START Available data

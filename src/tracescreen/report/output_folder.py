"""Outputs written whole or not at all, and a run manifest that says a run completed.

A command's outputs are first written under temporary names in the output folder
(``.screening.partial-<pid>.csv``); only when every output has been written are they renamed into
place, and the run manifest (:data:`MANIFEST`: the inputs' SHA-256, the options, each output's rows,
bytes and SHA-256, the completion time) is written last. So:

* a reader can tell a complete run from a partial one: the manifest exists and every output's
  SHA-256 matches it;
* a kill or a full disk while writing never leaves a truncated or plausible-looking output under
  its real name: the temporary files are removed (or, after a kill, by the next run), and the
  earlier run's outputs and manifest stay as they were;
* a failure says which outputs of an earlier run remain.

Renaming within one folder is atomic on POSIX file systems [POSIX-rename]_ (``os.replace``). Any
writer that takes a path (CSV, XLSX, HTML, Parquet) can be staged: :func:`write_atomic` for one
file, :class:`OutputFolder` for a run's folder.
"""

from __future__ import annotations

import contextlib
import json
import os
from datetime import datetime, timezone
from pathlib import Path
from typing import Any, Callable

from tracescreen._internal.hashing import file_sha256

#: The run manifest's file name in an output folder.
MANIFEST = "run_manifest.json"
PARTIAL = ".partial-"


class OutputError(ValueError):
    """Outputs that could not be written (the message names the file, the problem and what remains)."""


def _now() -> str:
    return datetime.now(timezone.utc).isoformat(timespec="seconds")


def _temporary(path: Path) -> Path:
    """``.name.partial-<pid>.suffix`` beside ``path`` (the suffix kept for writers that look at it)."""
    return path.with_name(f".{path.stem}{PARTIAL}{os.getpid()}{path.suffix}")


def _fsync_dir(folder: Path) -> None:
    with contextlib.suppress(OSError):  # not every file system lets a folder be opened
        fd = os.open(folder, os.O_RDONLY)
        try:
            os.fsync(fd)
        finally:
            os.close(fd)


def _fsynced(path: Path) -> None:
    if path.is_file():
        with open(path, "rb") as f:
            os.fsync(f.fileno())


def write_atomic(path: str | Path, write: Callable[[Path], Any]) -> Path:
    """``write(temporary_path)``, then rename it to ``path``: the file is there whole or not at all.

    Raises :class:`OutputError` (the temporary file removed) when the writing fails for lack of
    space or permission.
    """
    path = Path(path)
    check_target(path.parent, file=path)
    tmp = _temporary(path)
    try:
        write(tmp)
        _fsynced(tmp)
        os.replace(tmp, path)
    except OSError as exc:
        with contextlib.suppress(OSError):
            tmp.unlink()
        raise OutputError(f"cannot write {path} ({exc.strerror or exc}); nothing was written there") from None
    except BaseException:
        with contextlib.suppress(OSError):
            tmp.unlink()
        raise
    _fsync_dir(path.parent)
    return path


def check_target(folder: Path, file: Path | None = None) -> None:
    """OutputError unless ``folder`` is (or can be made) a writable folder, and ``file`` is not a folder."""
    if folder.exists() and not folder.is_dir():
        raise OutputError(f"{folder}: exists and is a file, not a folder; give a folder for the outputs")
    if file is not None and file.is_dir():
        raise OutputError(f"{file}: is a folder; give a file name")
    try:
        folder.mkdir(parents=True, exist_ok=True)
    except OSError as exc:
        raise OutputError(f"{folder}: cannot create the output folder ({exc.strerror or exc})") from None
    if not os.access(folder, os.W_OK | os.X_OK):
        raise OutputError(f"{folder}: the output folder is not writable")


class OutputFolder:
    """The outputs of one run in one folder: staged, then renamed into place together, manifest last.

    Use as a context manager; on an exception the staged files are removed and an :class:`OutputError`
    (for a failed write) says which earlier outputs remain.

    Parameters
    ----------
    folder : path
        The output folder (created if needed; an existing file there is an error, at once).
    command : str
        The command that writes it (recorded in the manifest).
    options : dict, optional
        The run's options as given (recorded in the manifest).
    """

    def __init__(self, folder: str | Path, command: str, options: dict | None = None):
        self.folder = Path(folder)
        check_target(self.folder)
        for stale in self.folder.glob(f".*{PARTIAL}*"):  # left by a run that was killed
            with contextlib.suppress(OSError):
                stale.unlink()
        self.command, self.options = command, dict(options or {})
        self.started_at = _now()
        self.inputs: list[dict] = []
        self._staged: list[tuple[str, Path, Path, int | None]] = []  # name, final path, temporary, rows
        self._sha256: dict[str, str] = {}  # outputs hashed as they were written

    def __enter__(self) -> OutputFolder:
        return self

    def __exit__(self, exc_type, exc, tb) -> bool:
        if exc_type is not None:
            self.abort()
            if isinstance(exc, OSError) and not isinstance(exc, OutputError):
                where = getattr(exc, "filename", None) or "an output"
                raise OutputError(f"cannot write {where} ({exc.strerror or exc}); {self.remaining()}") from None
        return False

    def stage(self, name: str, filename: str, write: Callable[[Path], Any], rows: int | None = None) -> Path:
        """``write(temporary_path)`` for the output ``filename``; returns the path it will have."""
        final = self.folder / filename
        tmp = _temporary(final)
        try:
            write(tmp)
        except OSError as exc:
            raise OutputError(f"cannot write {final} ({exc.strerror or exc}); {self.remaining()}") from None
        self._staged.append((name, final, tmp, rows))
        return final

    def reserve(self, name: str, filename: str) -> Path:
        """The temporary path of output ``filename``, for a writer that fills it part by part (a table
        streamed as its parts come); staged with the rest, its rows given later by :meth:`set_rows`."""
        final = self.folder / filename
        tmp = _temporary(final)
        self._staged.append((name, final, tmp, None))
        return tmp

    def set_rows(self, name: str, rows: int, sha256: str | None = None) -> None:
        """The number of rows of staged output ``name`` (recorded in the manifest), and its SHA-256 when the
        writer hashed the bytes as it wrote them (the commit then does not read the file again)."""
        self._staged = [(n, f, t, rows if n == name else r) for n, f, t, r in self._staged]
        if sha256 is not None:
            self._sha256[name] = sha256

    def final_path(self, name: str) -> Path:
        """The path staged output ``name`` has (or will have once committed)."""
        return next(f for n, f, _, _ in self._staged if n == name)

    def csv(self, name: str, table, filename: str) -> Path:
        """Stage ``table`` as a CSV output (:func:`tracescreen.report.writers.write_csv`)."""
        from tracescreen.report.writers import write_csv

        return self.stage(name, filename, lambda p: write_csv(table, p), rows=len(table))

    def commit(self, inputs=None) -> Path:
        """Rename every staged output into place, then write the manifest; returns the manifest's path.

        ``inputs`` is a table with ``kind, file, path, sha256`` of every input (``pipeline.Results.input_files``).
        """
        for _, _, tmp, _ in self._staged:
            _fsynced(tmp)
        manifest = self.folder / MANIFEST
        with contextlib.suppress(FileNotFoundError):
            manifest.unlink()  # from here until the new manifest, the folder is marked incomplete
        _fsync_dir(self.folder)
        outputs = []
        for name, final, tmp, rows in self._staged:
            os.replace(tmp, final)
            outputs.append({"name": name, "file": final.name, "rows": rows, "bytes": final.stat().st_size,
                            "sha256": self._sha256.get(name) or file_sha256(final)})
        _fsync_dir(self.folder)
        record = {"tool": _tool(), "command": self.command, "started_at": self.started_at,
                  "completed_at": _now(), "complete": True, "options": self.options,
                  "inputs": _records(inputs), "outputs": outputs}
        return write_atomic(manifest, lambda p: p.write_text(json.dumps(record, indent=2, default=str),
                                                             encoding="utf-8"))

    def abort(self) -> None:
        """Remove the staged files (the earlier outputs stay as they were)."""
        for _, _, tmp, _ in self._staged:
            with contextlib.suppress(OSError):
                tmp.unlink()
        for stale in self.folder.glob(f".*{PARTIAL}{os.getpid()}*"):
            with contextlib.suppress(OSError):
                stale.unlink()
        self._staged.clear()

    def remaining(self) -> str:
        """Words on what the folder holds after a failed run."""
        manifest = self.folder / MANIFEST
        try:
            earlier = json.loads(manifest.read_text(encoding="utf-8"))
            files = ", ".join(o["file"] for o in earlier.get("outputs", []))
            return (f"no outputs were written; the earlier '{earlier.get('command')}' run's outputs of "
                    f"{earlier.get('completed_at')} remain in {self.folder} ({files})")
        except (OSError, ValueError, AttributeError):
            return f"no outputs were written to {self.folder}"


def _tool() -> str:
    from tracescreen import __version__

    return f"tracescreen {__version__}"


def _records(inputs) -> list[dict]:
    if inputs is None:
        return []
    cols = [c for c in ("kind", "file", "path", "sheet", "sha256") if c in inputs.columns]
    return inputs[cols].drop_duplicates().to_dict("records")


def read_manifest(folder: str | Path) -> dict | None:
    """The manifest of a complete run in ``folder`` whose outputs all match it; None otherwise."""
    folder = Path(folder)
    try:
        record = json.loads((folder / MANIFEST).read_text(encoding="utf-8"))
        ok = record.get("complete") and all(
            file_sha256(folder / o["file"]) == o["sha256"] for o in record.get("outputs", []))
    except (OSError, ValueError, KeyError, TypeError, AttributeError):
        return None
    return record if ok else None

END Available data

> What the task requires:
Take the records above and return, word for word, only the lines that fall from the line with "return final" to the line with "self._sha256[name] = sha256", both of them included.

> The completed task:
        return final

    def reserve(self, name: str, filename: str) -> Path:
        """The temporary path of output ``filename``, for a writer that fills it part by part (a table
        streamed as its parts come); staged with the rest, its rows given later by :meth:`set_rows`."""
        final = self.folder / filename
        tmp = _temporary(final)
        self._staged.append((name, final, tmp, None))
        return tmp

    def set_rows(self, name: str, rows: int, sha256: str | None = None) -> None:
        """The number of rows of staged output ``name`` (recorded in the manifest), and its SHA-256 when the
        writer hashed the bytes as it wrote them (the commit then does not read the file again)."""
        self._staged = [(n, f, t, rows if n == name else r) for n, f, t, r in self._staged]
        if sha256 is not None:
            self._sha256[name] = sha256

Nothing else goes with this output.